Cette partie aborde le verre et ses caractéristiques d’un point de vue physico-chimique. Dans cette partie, nous limiterons notre étude à des verres d’oxydes. Cependant, il existe d’autres grands types de verres, en particulier, les verres métalliques (composés uniquement d’éléments métalliques) et les verres de spin (composés cristallisés caractérisés par une absence d’ordre magnétique à grande distance, d’où leur nom).

Structure

Diffractogramme de rayons X d’un mélange de deux composés : l’un vitreux et l’autre cristallin.

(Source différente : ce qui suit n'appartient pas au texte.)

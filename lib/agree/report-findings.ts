import {
  DIRECTION_LABELS,
  deviatingEye,
  directionLabel,
  horizontalDirection,
  verticalDirection,
} from "@/lib/reflex/direction-label";
import type { Finding } from "@/lib/reflex/finding";
import { nameVerticalOnEye } from "@/lib/reflex/name-vertical-on-eye";
import { signedComponents } from "@/lib/reflex/signed-components";
import { STEPS, stepOfFinding } from "@/lib/reflex/step";
import { compareDegrees, DEGREES_MEASURES, type DegreesMeasure, degreesFigures } from "@/lib/results/degrees-figures";
import { examinerFigures, onReferenceEye, type ShownItem } from "@/lib/results/examiner-figures";
import { panelFigures } from "@/lib/results/panel-figures";
import { cohenKappa } from "@/lib/statistics/cohen-kappa";
import { crossTable } from "@/lib/statistics/cross-table";
import { gwetAC } from "@/lib/statistics/gwet-ac";
import type { Label } from "@/lib/statistics/labels";
import type { BiasReading } from "@/lib/statistics/two-way-bias";
import { chartRounds } from "./chart-rounds";
import { compareAmong, compareLabels, describeCases, type LabelScale } from "./label-statistics";
import { arrangePanel, type LongReading, type Panel } from "./long-table";
import { measureAgainst, measureAmong, measureBias, measureRepeats } from "./measurement-statistics";
import { againstOwnRepeats, againstReference, amongExaminers, column, toReport } from "./panel-sections";
import type { Report, Section, Statistic } from "./report";

const COMPONENTS = ["horizontal", "vertical"] as const;
type Component = (typeof COMPONENTS)[number];

const DIRECTION: LabelScale = { of: "direction", categories: DIRECTION_LABELS, metric: "nominal" };
const STEP_SCALE: LabelScale = { of: "steps", categories: STEPS.map((_, index) => index), metric: "ordinal" };

/** Every statistic that applies to findings, against the reference where there is one. Throws TableError. */
export function reportFindings(readings: readonly LongReading<Finding>[]): Report {
  const panel = arrangePanel(readings);
  const shown = panel.references ? panel.examiners.map((_, index) => showingsOf(panel, index)) : [];
  return toReport(panel, { table: "findings" }, [
    ...againstReference(panel, (index) => statisticsAgainst(shown[index] ?? [])),
    ...(shown.length > 1 ? [allAgainst(panel, shown)] : []),
    ...amongExaminers(panel, () => statisticsAmong(panel)),
    ...againstOwnRepeats(panel, statisticsOfRepeats),
    ...panel.examiners.flatMap((examiner, index) => chartRounds(examiner, panel, shown[index] ?? [])),
  ]);
}

/** The cases with a reference, in the eyes of one examiner. The place in the table serves as their number. */
function showingsOf({ readings, references }: Panel<Finding>, examiner: number): ShownItem[] {
  return (references ?? []).flatMap((reference, row): ShownItem[] =>
    reference ? [{ itemId: String(row), kind: "first", reading: readings[row]?.[examiner] ?? null, reference }] : [],
  );
}

function statisticsAgainst(items: readonly ShownItem[]): Statistic[] {
  const figures = examinerFigures(items);
  const named = items.flatMap(({ reading, reference }) =>
    reading ? [{ reading: onReferenceEye(reading, reference), reference }] : [],
  );
  const labels = named.map(({ reading, reference }) => [directionLabel(reference), directionLabel(reading)]);
  const subScale = (of: string, labelOf: (finding: Finding) => Label | null): Statistic => {
    const table = crossTable(
      named.map(({ reference }) => labelOf(reference)),
      named.map(({ reading }) => labelOf(reading)),
    );
    return { statistic: "cohenKappa", of, result: table.ok ? cohenKappa(table.counts) : table };
  };
  return [
    { statistic: "cohenKappa", of: "direction", result: figures.kappa },
    { statistic: "wilsonInterval", of: "direction", variant: "same label", result: figures.observedAgreement },
    { statistic: "gwetAC", of: "direction", result: gwetAC(labels, { categories: DIRECTION_LABELS }) },
    {
      statistic: "wilsonInterval",
      of: "direction and degrees",
      variant: "same label and within tolerance",
      result: figures.withinTolerance,
    },
    subScale("horizontal direction", horizontalDirection),
    subScale("vertical direction", verticalDirection),
    subScale("deviating eye", deviatingEye),
    { statistic: "cohenKappa", of: "steps", variant: "linear weights", result: figures.stepsLinear },
    { statistic: "cohenKappa", of: "steps", variant: "quadratic weights", result: figures.stepsQuadratic },
    ...DEGREES_MEASURES.flatMap((measure) => degreesAgainst(items, measure)),
    {
      statistic: "errorKinds",
      of: "findings",
      result: {
        ok: true,
        n: figures.readCount,
        ...figures.errorCounts,
        "named on the other eye": figures.namedOnOtherEye,
      },
    },
  ];
}

/** With the number of readings that are left out of all three, and why, beside the limits. */
function degreesAgainst(items: readonly ShownItem[], measure: DegreesMeasure): Statistic[] {
  const { figures, pairs } = degreesFigures(items, measure);
  const statistics = measureAgainst(
    pairs.map((pair) => pair?.reading ?? null),
    pairs.map((pair) => pair?.reference ?? null),
    measure === "size" ? "size where the direction agrees" : `${measure} degrees`,
  );
  return statistics.map((statistic) =>
    statistic.statistic === "limitsOfAgreement"
      ? { ...statistic, result: { ...statistic.result, leftOut: figures.leftOut } }
      : statistic,
  );
}

/** All readings together, with intervals that resample cases; and the bias of each, freed from the cases read. */
function allAgainst(panel: Panel<Finding>, shown: readonly ShownItem[][]): Section {
  const figures = panelFigures(shown);
  const all = COMPONENTS.flatMap((component): Statistic[] => [
    { statistic: "limitsOfAgreement", of: `${component} degrees`, result: figures[component] },
    measureBias(differencesOf(panel, shown, component), `${component} degrees`),
  ]);
  return {
    title: "All against the reference",
    statistics: [{ statistic: "cohenKappa", of: "direction", result: figures.kappa }, ...all],
  };
}

function differencesOf(panel: Panel<Finding>, shown: readonly ShownItem[][], component: Component): BiasReading[] {
  return shown.flatMap((items, index) =>
    items.map((item) => {
      const compared = compareDegrees(item, component);
      const row = panel.rows[Number(item.itemId)];
      return {
        examiner: panel.examiners[index] ?? "",
        case: row?.case ?? "",
        ...(row?.round ? { round: row.round } : {}),
        difference: typeof compared === "string" ? null : compared.reading - compared.reference,
      };
    }),
  );
}

function statisticsAmong({ readings, references, rows, examiners }: Panel<Finding>): Statistic[] {
  const named = readings.map((row, index) => {
    const reference = references?.[index] ?? null;
    return row.map(
      (reading) => reading && (reference ? onReferenceEye(reading, reference) : nameVerticalOnEye(reading, "right")),
    );
  });
  const mapAll = <Out>(mapOne: (finding: Finding) => Out | null) =>
    named.map((row) => row.map((finding) => finding && mapOne(finding)));
  const labels = mapAll(directionLabel);
  return [
    ...compareAmong(labels, examiners, DIRECTION),
    ...compareAmong(mapAll(stepIndex), examiners, STEP_SCALE).filter(({ statistic }) => statistic !== "pairwiseKappa"),
    ...COMPONENTS.flatMap((component) =>
      measureAmong(
        mapAll((finding) => signedComponents(finding)[component]),
        examiners,
        `${component} degrees`,
      ),
    ),
    describeCases(
      labels,
      rows.map((row) => (row.round === null ? row.case : `${row.case} in round ${row.round}`)),
      "direction",
    ),
  ];
}

function statisticsOfRepeats(own: Finding[][]): Statistic[] {
  const labels = own.map((row) => row.map((finding) => directionLabel(nameVerticalOnEye(finding, "right"))));
  return [
    ...compareLabels(column(labels, 0), column(labels, 1), DIRECTION),
    ...COMPONENTS.map((component) =>
      measureRepeats(
        own.map((row) => row.map((finding) => signedComponents(finding)[component])),
        `${component} degrees`,
      ),
    ),
  ];
}

function stepIndex(finding: Finding): number | null {
  const step = stepOfFinding(finding);
  return step === null ? null : STEPS.indexOf(step);
}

Le verre est un matériau amorphe, c’est-à-dire non cristallin. De ce fait, il présente un désordre structural important. Sa structure microscopique est telle qu’il n’existe aucun ordre à grande distance dans un verre. Un verre peut même être vu comme un « réseau » tridimensionnel, semblable à celui d’un cristal, mais dans lequel seul l’ordre à courte distance est conservé.

Comparons, par exemple, la structure de la silice (SiOv(2)) cristalline (sous sa forme cristobalite) et celle de la silice vitreuse.

Représentation schématique bi-dimensionnelle de la silice cristalline (cristobalite).
Représentation schématique bi-dimensionnelle de la silice vitreuse.

Dans les deux cas, chaque atome de silicium est lié avec quatre atomes d’oxygène, formant ainsi des tétraèdres SiO4 ; chaque tétraèdre pouvant être considéré comme une « brique » de l’édifice final. Mais tandis que la cristobalite peut être définie comme un empilement régulier de ces briques SiO4, la silice vitreuse peut être considérée comme un empilement anarchique de ces mêmes briques SiO4.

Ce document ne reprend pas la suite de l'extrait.